Review: In Stitches
In Stitches by Anthony Youn
Publisher: Gallery Books
From the cover:
Tony Youn grew up up one of two Asian-American kids in a small town of near wall-to-wall whiteness. Too tall and too thin, he wore thick Coke-bottle glasses, braces, Hannibal Lecter headgear, and had a protruding jaw that one day began to grow, expanding Pinocchio-like, protruding to an unthinkable, monstrous size. After high school graduation, while other seniors partied at the shore or explored Europe, Youn lay strapped in an oral surgeon’s chair as he broke his jaw, then reset it and wired it shut for six weeks.
Ironically, it was this brutal makeover that led him to his life’s calling — and the four years of angst, flubs, triumphs, non-stop studying and intermittent heavy drinking that eventually earned him an M.D. Thanks to a small circle of close friends and an obsessive drive to overachieve, Youn transformed from a shy, skinny, awkward nerd with no confidence and no clue into a renowned and successful plastic surgeon.
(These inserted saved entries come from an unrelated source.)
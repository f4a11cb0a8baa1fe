"""Stamps as files: what is written is what is read, and nothing else is believed."""

import dataclasses
import os

from hypothesis import HealthCheck, given, settings
from hypothesis import strategies as st

from skykiln.engine.digests import digest_chunks
from skykiln.engine.stamps import OutputRecord, Stamp, read_stamp, void_stamp, write_stamp

names = st.text(min_size=1, max_size=12)
numbers = st.integers(0, 2**62) | st.floats(allow_nan=False, allow_infinity=False)
values = st.recursive(st.none() | st.booleans() | numbers | names, lambda inner: st.lists(inner, max_size=3))
records = st.builds(OutputRecord, names, names, st.integers(0, 2**62), st.integers(0, 2**62))
stamps = st.builds(
    Stamp,
    family=names,
    version=st.integers(1, 99),
    settings=st.dictionaries(names, values, max_size=4),
    inputs=st.dictionaries(names, names, max_size=4),
    outputs=st.dictionaries(names, records, max_size=3),
    reason=names,
    seconds=st.floats(0, 1e6),
    ended=names,
    night=names,
    on_disk=st.booleans(),
)
in_one_folder = settings(suppress_health_check=[HealthCheck.function_scoped_fixture], deadline=None)


@given(stamps)
def test_stamp_read_back_is_the_stamp_written(stamp):
    assert Stamp.from_bytes(stamp.to_bytes()) == stamp


@given(stamps, st.data())
@in_one_folder
def test_cut_stamp_is_no_stamp(tmp_path, stamp, data):
    path = tmp_path / "cut.stamp"
    whole = stamp.to_bytes()
    path.write_bytes(whole[: data.draw(st.integers(0, len(whole) - 3))])
    assert read_stamp(path) is None


@given(before=st.binary(max_size=40), after=st.binary(max_size=40), same_time=st.booleans())
@in_one_folder
def test_record_fits_equal_bytes_and_no_others_of_another_size_or_time(tmp_path, before, after, same_time):
    path = tmp_path / "output"
    path.write_bytes(before)
    status = path.stat()
    record = OutputRecord.of("output", digest_chunks([before]), status)
    path.write_bytes(after)
    os.utime(path, ns=(status.st_atime_ns, status.st_mtime_ns + (not same_time)))
    trusted_by_its_time = same_time and len(before) == len(after)
    assert record.fits(path) == (before == after or trusted_by_its_time)


def test_missing_stamp_is_none(tmp_path):
    assert read_stamp(tmp_path / "none.stamp") is None


def test_stamp_is_parsed_once_and_anew_when_another_stands_in_its_place(tmp_path):
    path = tmp_path / "x.stamp"
    stamp = Stamp("f", 1, {"a": [1]}, {}, {}, "r", 0.5, "now", "tonight", True)
    write_stamp(path, stamp)
    assert read_stamp(path) is read_stamp(path)
    write_stamp(path, dataclasses.replace(stamp, night="later"))
    assert read_stamp(path).night == "later"
    path.unlink()
    assert read_stamp(path) is None


def test_stamp_just_written_is_told_as_its_file_gives_it_back(tmp_path):
    write_stamp(tmp_path / "x.stamp", Stamp("f", 1, {"a": (1, 2)}, {}, {}, "r", 0.5, "now", "n", True))
    assert read_stamp(tmp_path / "x.stamp").settings == {"a": [1, 2]}


def test_voiding_keeps_what_is_on_record(tmp_path):
    path = tmp_path / "x.stamp"
    stamp = Stamp("f", 1, {"a": 1}, {}, {}, "r", 0.5, "now", "tonight", True)
    write_stamp(path, stamp)
    void_stamp(path, "was asked for again")
    assert read_stamp(path) == dataclasses.replace(stamp, void="was asked for again")


def test_voiding_what_was_never_stamped_does_nothing(tmp_path):
    void_stamp(tmp_path / "x.stamp", "was asked for again")
    assert not (tmp_path / "x.stamp").exists()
I was initially drawn to In Stitches by Anthony Youn when I found out that it was about the life of a medical student. Throughout the four years of undergrad, I debated long and hard on whether I should apply to medical school or dental school so a part of me was always curious of what medical school is like. Crazy as it sounds, I always had this desire to make a difference, and yes I really do want to help people, and what do people cherish more than their health and the health of their loved ones? So I knew I was going to go into the health field, but whether I was going to be a doctor, a dentist, or a pharmacist was up in the air (Eyes give me the creep so optometry school was never an option).
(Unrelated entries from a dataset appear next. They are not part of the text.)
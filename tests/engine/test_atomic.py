"""Files that appear whole or not at all, and what is swept."""

import os
import subprocess
import sys
from pathlib import Path

import pytest

from skykiln.engine import atomic
from skykiln.engine.atomic import rename_into_place, sweep, temporary_name, write_atomically, write_beside
from skykiln.errors import FileError


def test_file_appears_only_when_it_is_renamed(tmp_path):
    path = tmp_path / "new folder" / "sky"
    beside = write_beside(path, [b"a", memoryview(b"bc")])
    assert not path.exists()
    rename_into_place(beside, path)
    assert path.read_bytes() == b"abc"
    assert list(path.parent.iterdir()) == [path]


def test_full_disk_is_told_with_the_space_that_is_needed_and_leaves_the_old_file(tmp_path, monkeypatch):
    def no_room(file, views, synced):
        file.write(b"half")
        raise OSError(28, "No space left on device")

    path = tmp_path / "sky"
    path.write_text("old")
    monkeypatch.setattr(atomic, "_write", no_room)
    with pytest.raises(FileError, match=r"sky: .*No space left on device, 2,000 bytes are needed; make room"):
        write_atomically(path, [bytes(1500), memoryview(bytes(500))])
    assert {p.name: p.read_bytes() for p in tmp_path.iterdir()} == {"sky": b"old"}


def test_folder_in_the_way_is_an_error_with_its_name(tmp_path):
    (tmp_path / "sky").mkdir()
    with pytest.raises(FileError, match=r"sky: can't be written"):
        write_atomically(tmp_path / "sky", [b"a"])


def test_sweep_removes_leftovers_of_dead_processes_and_nothing_else(tmp_path):
    dead = subprocess.Popen([sys.executable, "-c", ""])
    dead.wait()
    name = Path(temporary_name(tmp_path / "faces.npy")).name
    dead_name = name.replace(f".{os.getpid()}.", f".{dead.pid}.")
    elsewhere = f".faces.npy.another-host.{dead.pid}.tmp"
    alive = name.replace(f".{os.getpid()}.", f".{os.getppid()}.")
    kept = {elsewhere, alive, "faces.npy", ".hidden", "notes.tmp", ".odd.tmp"}
    for leftover in {name, dead_name} | kept:
        (tmp_path / leftover).write_bytes(b"")
    sweep(tmp_path)
    assert {path.name for path in tmp_path.iterdir()} == kept


def test_sweep_of_a_missing_folder_does_nothing(tmp_path):
    sweep(tmp_path / "none")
A word of warning before you continue, I attempted to review this book, but it looks like it turned out to gain more of my personal experience of how dental school compares to med.
While reading his memoir, I couldn’t help but think been there done that. The endless hours of studying? Check. Walking into an exam and feeling like you know absolutely nothing even though you spent countless hours studying for it? Definitely been there. I have concluded that it doesn’t matter how much you study for an exam, you are never going to feel prepared for it. Feeling overwhelmed and wondering how in the world any normal person could ever expect you to know all those details? Yup. Not a day goes by without me wishing that someone has developed a way for us to install a microchip into our brain that gives us all the knowledge we need to know. With how far technology has developed, wouldn’t you think someone has invented that by now? The drinking? You’re joking right? How do you expect us to get through the misery without alcohol? I hate to admit this, but dental school is creating alcoholics. And the crying? Oh man, don’t even get me started on the tears. I’ve probably cried more in the past year than I have in my entire life. I’ve cried while trying to perform a dental procedure on my fake patient. I feel very grateful that this patient can’t sue me. Oh the torture I put this poor guy through. I’ve cried while studying. I’ve cried after taking an exam. I’ve cried WHILE taking an exam. (Side note, speaking of exams, I’ve also laughed during an exam, but it was one of those maniac laughs. You know the laughter that comes right before your realize that this is the exam that will cause you to drop out of dental school because you know absolutely nothing on this exam and at this point a monkey could probably do better than you.) You name the situation, I’ve probably cried from it. I have friends who walked out of class and went to the restroom to cry in a stall. I haven’t reached that point yet, but there’s still three years left and who knows what will happen during that time.
And while his descriptions of medical school made me happy I’m not in his position—oh wait, that’s not true, I am in his position—his memoir was also filled with many stories that made me laugh and chuckle. Youn’s a wonderful storyteller and he had me laughing and crying throughout the book. Of course after reading the book, I realized I made the right decision in going to dental school rather than medical school. One of the reasons why I steered clear of med school was because I get attached to people too easily and you know me, I’m a crier. I cry when a fictional character dies, I cry when the stranger next to me on the bus tells me her grandmother just passed away, I cried during my dental school interview. All those awkward interviews he mentioned in the memoir, none of them could have been half as bad as my dental school interview. I probably couldn’t survive going through one of those rotation, especially if my first patient dropped dead on me. That would be my cue to run as far away from the hospital as possible.
If you’re ever curious of what it’s like to go to medical school, then I would highly recommend picking up In Stitches. It’s a funny, yet touching and emotional ride of trying to survive medical school while at the same time trying to figure out who you are and what you want to do with the rest of your life.